M1 – the narrowest definition of the U.S. money supply. It includes currency, travelers’ checks, demand deposits and other checkable deposits.

M2 – a definition of the U.S. money supply that includes currency, travelers’ checks, demand deposits and other checkable deposits, savings accounts, money market accounts, money market mutual funds, and small denomination certificates of deposit

M3 – a definition of the U.S. money supply that includes currency, travelers’ checks, demand deposits and other checkable deposits, savings accounts, money market accounts, money market mutual funds, small denomination certificates of deposit, and large denomination certificates of deposit.  The Board of Governors of the Federal Reserve System stopped publishing the M3 monetary aggregate and its components on March 23, 2006.  

macroeconomic policy – the government’s use of monetary and fiscal policies to influence the overall economy by affecting overall spending on newly produced goods and services.

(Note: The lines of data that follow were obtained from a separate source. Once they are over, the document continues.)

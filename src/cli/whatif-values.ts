import { type FrequencyRange, parseFrequency, parseRange } from '../quantity/frequency.ts';
import type { StepFigure } from '../whatif/assumed-scatter.ts';
import type { UnitPair } from '../whatif/design.ts';
import { FEWEST_UNITS, namedUnits, PATTERNS, type PatternName } from '../whatif/patterns.ts';

/** Says what is wrong with an option: its name, what was found, what was expected, and an example of its value. */
export type Say = (name: string, found: unknown, expected: string, example: string) => void;

/** More units than this are no bench. Common practice, no source. */
const MOST_UNITS = 200;

export const FIGURE_EXPECTED = 'a standard deviation in dB, 0 or more, or figures by bands that do not overlap';

/** `0.3`, or `2 kHz..20 kHz=0.1,20 kHz..80 kHz=0.2`; undefined for anything else. */
export function stepFigure(text: string): StepFigure | undefined {
  const single = numberOf(text);
  if (single !== undefined) return single;
  const bands = text.split(',').map((part) => {
    const [range, figure, ...rest] = part.split('=');
    const band = rest.length > 0 || range === undefined ? undefined : parseRange(range);
    const value = figure === undefined ? undefined : numberOf(figure);
    return band === undefined || value === undefined ? undefined : { from: band.from, to: band.to, value };
  });
  if (!bands.every((band) => band !== undefined)) return undefined;
  const sorted = [...bands].sort((a, b) => a.from - b.from);
  return sorted.some((band, b) => b > 0 && band.from < sorted[b - 1]!.to) ? undefined : sorted;
}

/** `1 kHz,2 kHz`, ascending; undefined where one is no frequency or comes twice. */
export function frequencyList(text: string): number[] | undefined {
  const found = text.split(',').map(parseFrequency);
  if (!found.every((frequency) => frequency !== undefined)) return undefined;
  return new Set(found).size === found.length ? found.sort((a, b) => a - b) : undefined;
}

/** A number from 0 on, with a decimal point. */
export function numberOf(typed: unknown): number | undefined {
  const text = typeof typed === 'string' ? typed.trim() : '';
  return /^(\d+\.?\d*|\.\d+)(e[+-]?\d+)?$/i.test(text) && Number.isFinite(Number(text)) ? Number(text) : undefined;
}

/** The range that `--band` names; says where it cannot be read. */
export function bandOf(typed: unknown, say: Say): FrequencyRange | undefined {
  if (typed === undefined) return undefined;
  const band = typeof typed === 'string' ? parseRange(typed) : undefined;
  if (band === undefined) say('band', typed, 'two frequencies with their units, the lower first', "'2 kHz..80 kHz'");
  return band;
}

export function unitsOf(typed: unknown, say: Say): readonly string[] | undefined {
  if (typeof typed !== 'string') return undefined;
  const enough = `at least ${FEWEST_UNITS} units, as a number or by name; three are the fewest that takes alone tell apart`;
  const count = numberOf(typed);
  if (count !== undefined) {
    if (Number.isInteger(count) && count >= FEWEST_UNITS && count <= MOST_UNITS) return namedUnits(count);
    say('units', typed, `${enough}, and at most ${MOST_UNITS}`, '6');
    return undefined;
  }
  const names = typed.split(',').map((text) => text.trim());
  if (names.length >= FEWEST_UNITS && names.every((text) => text !== '') && new Set(names).size === names.length) {
    return names;
  }
  say('units', typed, `${enough}, each name once`, 'S1,S2,S3');
  return undefined;
}

export function patternsOf(typed: unknown, say: Say): PatternName[] {
  if (typeof typed !== 'string') return [];
  const found: PatternName[] = [];
  for (const text of typed.split(',')) {
    const pattern = PATTERNS.find((candidate) => candidate === text.trim());
    if (pattern === undefined) say('pattern', text, listOr(PATTERNS), 'all');
    else found.push(pattern);
  }
  return found;
}

export function pairOf(text: string): UnitPair | undefined {
  const [one = '', other = '', ...rest] = text.split('>').map((part) => part.trim());
  return rest.length > 0 || one === '' || other === '' || one === other ? undefined : [one, other];
}

export function listOr(words: readonly string[]): string {
  return `${words.slice(0, -1).join(', ')} or ${words.at(-1)}`;
}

macroeconomic policy, contractionary – the use of fiscal or monetary policies to slow the economy by decreasing overall spending on newly produced goods and services. Contractionary macroeconomic policy is usually appropriate for fighting inflation.

macroeconomic policy, expansionary – the use of fiscal or monetary policies to stimulate the economy by increasing overall spending on newly produced goods and services. Expansionary macroeconomic policy is usually appropriate for fighting unemployment.

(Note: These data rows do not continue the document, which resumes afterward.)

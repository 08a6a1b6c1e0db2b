import type { Command } from 'commander';
import { checkSettings, type Settings } from './settings.ts';
import { UsageError } from './usage-error.ts';

/** What the command line asks for. */
export interface Request {
  /** Settings named on the command line only; they win over those of `settingsFile`. */
  readonly given: Partial<Settings>;
  readonly settingsFile: string | undefined;
  /** Output folder; absent for a command that writes nothing. */
  readonly out: string | undefined;
  readonly json: boolean;
  /** Whether a flagged take changes the exit code. */
  readonly strict: boolean;
  readonly quiet: boolean;
}

/** Adds the options that shape a result, the same for every command that reads files. */
export function addShapingOptions(command: Command): Command {
  return command
    .argument('[FILE...]', 'CSV files of pair measurements; names with a leading dash after --')
    .option('--model <KIND>', 'reciprocal, directional or auto (default: auto)')
    .option('--datum <RULE>', 'strict or balanced: what fixes a reciprocal part without an odd loop (default: strict)')
    .option('--reversible <UNIT,…>', 'units for which emit = receive, within the directional model', collect)
    .option('--refs <CSV>', 'certificates: unit, role, frequency, level_db, and u_db or expanded_db with k')
    .option('--path <CSV|free|none>', 'levels of paths; free: unknown each; none: labels ignored (default: free)')
    .option('--lookalikes <A=B>', 'units that share one response; may be repeated', collect)
    .option('--loose-gain', 'the gain of each session is unknown')
    .option('--level <EXPR>', "formula of a level in dB, such as '20*log10(out_mv/in_mv) - gain_db'")
    .option('--u <DB>', 'standard uncertainty of a reading, where the files tell none')
    .option('--band <LO..HI>', "use these frequencies only, such as '2 kHz..80 kHz'")
    .option('--grid <GRID>', '1/3, 1/6, 1/12, 1/24, as-measured or DECADE/N (default: as-measured)')
    .option('--coverage <P>', 'coverage probability of expanded uncertainties (default: 0.95)')
    .option('--budget <CSV>', 'systematic effects: name, u_db or half_width_db with distribution, applies_to, …')
    .option('--monte-carlo <N>', 'check the uncertainties with N draws through the whole solution')
    .option('--seed <N>', 'seed of the draws (default: 1)')
    .option('--tolerance <DB>', 'effect of a partner that does not matter (default: 1)')
    .option('--risk <P>', 'chance that a set with nothing wrong gets a take flagged (default: 0.05)')
    .option('--settings <JSON>', 'repeat the run of a summary.json; options named here win')
    .option('--json', 'print JSON instead of text');
}

function collect(value: string, before: readonly string[] | undefined): readonly string[] {
  return [...(before ?? []), value];
}

/** Names of the options whose text is a setting. */
const SHAPING = [
  'model',
  'datum',
  'reversible',
  'refs',
  'path',
  'lookalikes',
  'level',
  'u',
  'band',
  'grid',
  'coverage',
  'budget',
  'seed',
  'tolerance',
  'risk',
] as const;

/**
 * Checks what was typed.
 * @param values as the command parser gives them: text, lists of text, true, or undefined.
 * @param writes whether the command needs a folder to write to.
 * @throws UsageError with everything that cannot be understood.
 */
export function readRequest(
  files: readonly string[],
  values: Readonly<Record<string, unknown>>,
  { writes, name }: { readonly writes: boolean; readonly name: string },
): Request {
  const typed: Record<string, unknown> = { 'loose-gain': values.looseGain, 'monte-carlo': values.monteCarlo };
  for (const option of SHAPING) typed[option] = values[option];
  if (Array.isArray(typed.reversible)) typed.reversible = typed.reversible.join(',');
  const { accepted, troubles } = checkSettings(typed);
  const said = troubles.map(
    (trouble) =>
      `--${trouble.name}: found ${trouble.found}; expected ${trouble.expected}. Example: --${trouble.name} ${trouble.example}`,
  );
  const settingsFile = fileOption('settings', values.settings, 'result/summary.json', said);
  const out = fileOption('out', values.out, 'result', said);
  if (writes && values.out === undefined) {
    said.push(
      '--out: found no folder to write to; expected one that is new, or an earlier result. Example: --out result',
    );
  }
  for (const file of files)
    if (file.trim() === '') said.push(`FILE: found ${JSON.stringify(file)}; expected a file name.`);
  if (files.length === 0 && values.settings === undefined) {
    said.push(`FILE: found no input file; expected at least one. Example: oddloop ${name} bench.csv`);
  }
  if (said.length > 0) throw new UsageError(said);
  return {
    given: files.length > 0 ? { ...accepted, files } : accepted,
    settingsFile,
    out,
    json: values.json === true,
    strict: values.strict === true,
    quiet: values.quiet === true,
  };
}

function fileOption(name: string, value: unknown, example: string, said: string[]): string | undefined {
  if (typeof value !== 'string') return undefined;
  if (value.trim() !== '' && !value.startsWith('--')) return value;
  said.push(`--${name}: found ${JSON.stringify(value)}; expected a name. Example: --${name} ${example}`);
  return undefined;
}
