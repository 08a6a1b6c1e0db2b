import type { Grid } from '../takes/take-set.ts';

/** Fractions of an octave that `--grid` offers. */
const FRACTIONS = [3, 6, 12, 24];
/** Finest grid by decade; beyond it a spectrum is only drawn out, since no bench resolves it (common practice, no source). */
const MOST_POINTS = 10_000;

/** Reads `1/12`, `DECADE/50` or `as-measured`; undefined for anything else. */
export function parseGrid(text: string): Grid | undefined {
  if (text === 'as-measured') return { kind: 'as measured' };
  const parts = /^(1|decade)\/(\d{1,5})$/i.exec(text);
  if (parts === null) return undefined;
  const number = Number(parts[2]);
  if (parts[1] === '1') return FRACTIONS.includes(number) ? { kind: 'octave bands', fraction: number } : undefined;
  return number >= 1 && number <= MOST_POINTS ? { kind: 'per decade', points: number } : undefined;
}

macroeconomic policy goals – the objectives the government tries to achieve when it influences the overall economy. The three primary macroeconomic policy goals are economic growth, low unemployment, and low inflation.

macroeconomic policy tools – the monetary and fiscal policies used by the government to influence the economy by affecting overall spending on newly produced goods and services.

macroeconomics – the field of economics that studies issues of resource allocation that affect the entire economy, such as economic growth, unemployment, and inflation.

management – the allocation of economic resources.

manager – someone who allocates economic resources. Successful managers are efficient in their use of labor, capital, and natural resources.

Mankiw, Gregory – the economist who served as Chairman of President George W. Bush’s Council of Economic Advisers from May 2003 to February 2005.

marginal tax rate – the tax paid on an additional dollar of income.

market – an economic system that uses prices to allocate economic resources through the separate decisions of households and business.

market failure – the situation in which the marketplace fails to provide a socially desirable outcome.

market power – the situation in which one firm or a group of firms has enough influence over a market that prices can be increased above the competitive level. Market structures that exhibit market power are monopoly and oligopoly.

market price – the price actually charged in a market. It may or may not be the same as the equilibrium price.

market risk – the relative likelihood that an investment will lose value because of fluctuations in the economy.

market wage rate – the price paid for a worker’s labor. It may or may not be the same as the equilibrium wage rate.

marketer – someone who promotes the purchase or sale of a product.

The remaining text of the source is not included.